Phantom Limbs and Rewired Brains
Phantom arms, legs, fingers and toes: seemingly the stuff of horror movies. Yet for nearly 70 percent of the 4 million amputees in the United States, vivid sensations in missing body parts-such as pressure, tingling, warmth, cold, and pain that can be both constant and excruciating-are all too real.
Phantom limbs have puzzled scientists for years. But recent studies have shed light on possible mechanisms underlying the phenomenon, including evidence that neurons in the brain that receive input from a limb may rewire themselves to seek input from other sources after the limb is amputated. These findings challenge the long-standing belief that the brain is immutable beyond a certain age and are leading researchers to develop new therapies for victims of phantom-limb pain and some spinal-cord injuries.
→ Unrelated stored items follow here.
/// Active families with members, by id, then (if any) the candidate group
/// of novel triggers (`id` 0, `novel` true).
pub fn list_families(conn: &Connection) -> Result<Vec<FamilySummary>> {
    struct Acc {
        snr: Vec<f64>,
        fpk: Vec<f64>,
        dur: Vec<f64>,
        t: Vec<i64>,
        prob: Vec<f64>,
        ex: Vec<(f64, f64, i64)>,
    }
    let mut acc: BTreeMap<i64, Acc> = BTreeMap::new();
    let mut st = conn.prepare(
        "SELECT COALESCE(m.family_id, 0), m.novel, m.probability, t.id, t.snr, t.f_peak_hz, t.t_start_ns, t.t_end_ns, t.t_peak_ns \
         FROM family_members m JOIN triggers t ON t.id = m.trigger_id \
         LEFT JOIN families f ON f.id = m.family_id \
         WHERE (m.novel = 1 AND m.family_id IS NULL) OR f.status = ?1",
    )?;
    let mut rows = st.query([FamilyStatus::Active])?;
    while let Some(r) = rows.next()? {
        let fam: i64 = r.get(0)?;
        let prob: Option<f64> = r.get(2)?;
        let a = acc.entry(fam).or_insert_with(|| Acc {
            snr: vec![],
            fpk: vec![],
            dur: vec![],
            t: vec![],
            prob: vec![],
            ex: vec![],
        });
        let snr: f64 = r.get(4)?;
        a.snr.push(snr);
        a.fpk.push(r.get(5)?);
        let (s, e): (i64, i64) = (r.get(6)?, r.get(7)?);
        a.dur.push((e - s) as f64 * 1e-9);
        a.t.push(r.get(8)?);
        a.prob.push(prob.unwrap_or(f64::NAN));
        a.ex.push((prob.unwrap_or(0.0), snr, r.get(3)?));
    }
    let mut meta = conn.prepare("SELECT label, note FROM families WHERE id = ?1")?;
    let mut out = Vec::new();
    for (id, mut a) in acc {
        let (label, note) = if id == 0 {
            (None, None)
        } else {
            meta.query_row([id], |r| Ok((r.get(0)?, r.get(1)?)))?
        };
        let min = |v: &[f64]| v.iter().cloned().fold(f64::INFINITY, f64::min);
        let max = |v: &[f64]| v.iter().cloned().fold(f64::NEG_INFINITY, f64::max);
        a.ex.sort_by(|x, y| {
            y.0.total_cmp(&x.0)
                .then(y.1.total_cmp(&x.1))
                .then(x.2.cmp(&y.2))
        });
        out.push(FamilySummary {
            id,
            label,
            note,
            count: a.snr.len(),
            median_snr: median(&mut a.snr),
            f_peak_min_hz: min(&a.fpk),
            f_peak_max_hz: max(&a.fpk),
            duration_min_s: min(&a.dur),
            duration_max_s: max(&a.dur),
            first_gps: from_ns(*a.t.iter().min().expect("non-empty")),
            last_gps: from_ns(*a.t.iter().max().expect("non-empty")),
            cohesion: if id == 0 {
                f64::NAN
            } else {
                a.prob.iter().sum::<f64>() / a.prob.len() as f64
            },
            example_trigger_ids: a.ex.iter().take(5).map(|x| x.2).collect(),
            novel: id == 0,
        });
    }
    // Families first by id; the novel candidate group last.
    out.sort_by_key(|f| if f.novel { i64::MAX } else { f.id });
    Ok(out)
}

/// Trigger ids of a family's members, most probable first (for thumbnails).
pub fn family_member_ids(conn: &Connection, family: i64, limit: usize) -> Result<Vec<i64>> {
    let mut st = conn.prepare(
        "SELECT m.trigger_id FROM family_members m JOIN triggers t ON t.id = m.trigger_id \
         WHERE m.family_id = ?1 ORDER BY m.probability DESC, t.snr DESC, t.id LIMIT ?2",
    )?;
    let v = st
        .query_map(params![family, limit as i64], |r| r.get(0))?
        .collect::<rusqlite::Result<_>>()?;
    Ok(v)
}

/// The trigger with `id` and its channel name, if any.
pub(crate) fn trigger_row(conn: &Connection, trigger_id: i64) -> Result<Option<Row>> {
    let mut st = conn.prepare(
        "SELECT t.id, c.name, t.t_peak_ns, t.t_start_ns, t.t_end_ns, t.f_peak_hz, t.f_low_hz, \
         t.f_high_hz, t.snr, t.q, t.energy, COALESCE(t.snr_eq, t.snr) FROM triggers t JOIN channels c ON c.id = t.channel_id \
         WHERE t.id = ?1",
    )?;
    st.query_row([trigger_id], Row::from_sql)
        .optional()
        .map_err(Into::into)
}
For years, psychologists attributed phantom-limb sensations to “wish fulfillment,” a purely psychological condition. Then, in 1984, a team led by Michael Merzenich, a neuroscientist at the University of California at San Francisco, conducted experiments that began to explain phantom limbs as a true physiological response. Merzenich and his colleagues first amputated the middle fingers from a group of adult owl monkeys and later stimulated the digits on the hand of each monkey that were adjacent to the amputation stump.
Placing microelectrodes, which detect electrochemical changes in actively firing neurons, into various areas of the monkeys’ brains, Merzenich found that the region of the cortex that originally fired in response to stimulation of the amputated finger was now triggered every time he touched the two adjacent fingers. The neurons had not responded to stimulation of these fingers before the amputation.
In 1991, Timothy Pons, a neuroscientist at the Laboratory of Neuropsychology at the National Institute of Mental Health, expanded on Merzenich’s findings. Working with adult macaque monkeys, Pons and his colleagues “deafferentated,” or cut, nerves that communicated sensory information between the cortex and the arm, forearm, hand, and rear of the head. The team then stimulated various body parts and found that the part of the cortex that had previously responded to the arm and back of the head now responded to stimulation of the face. Like ivy spreading over bare brick, Pons believes, surrounding neurons invaded the fallow cortical area corresponding to the deafferentated limbs, allowing it to respond to stimulation from other parts of the body.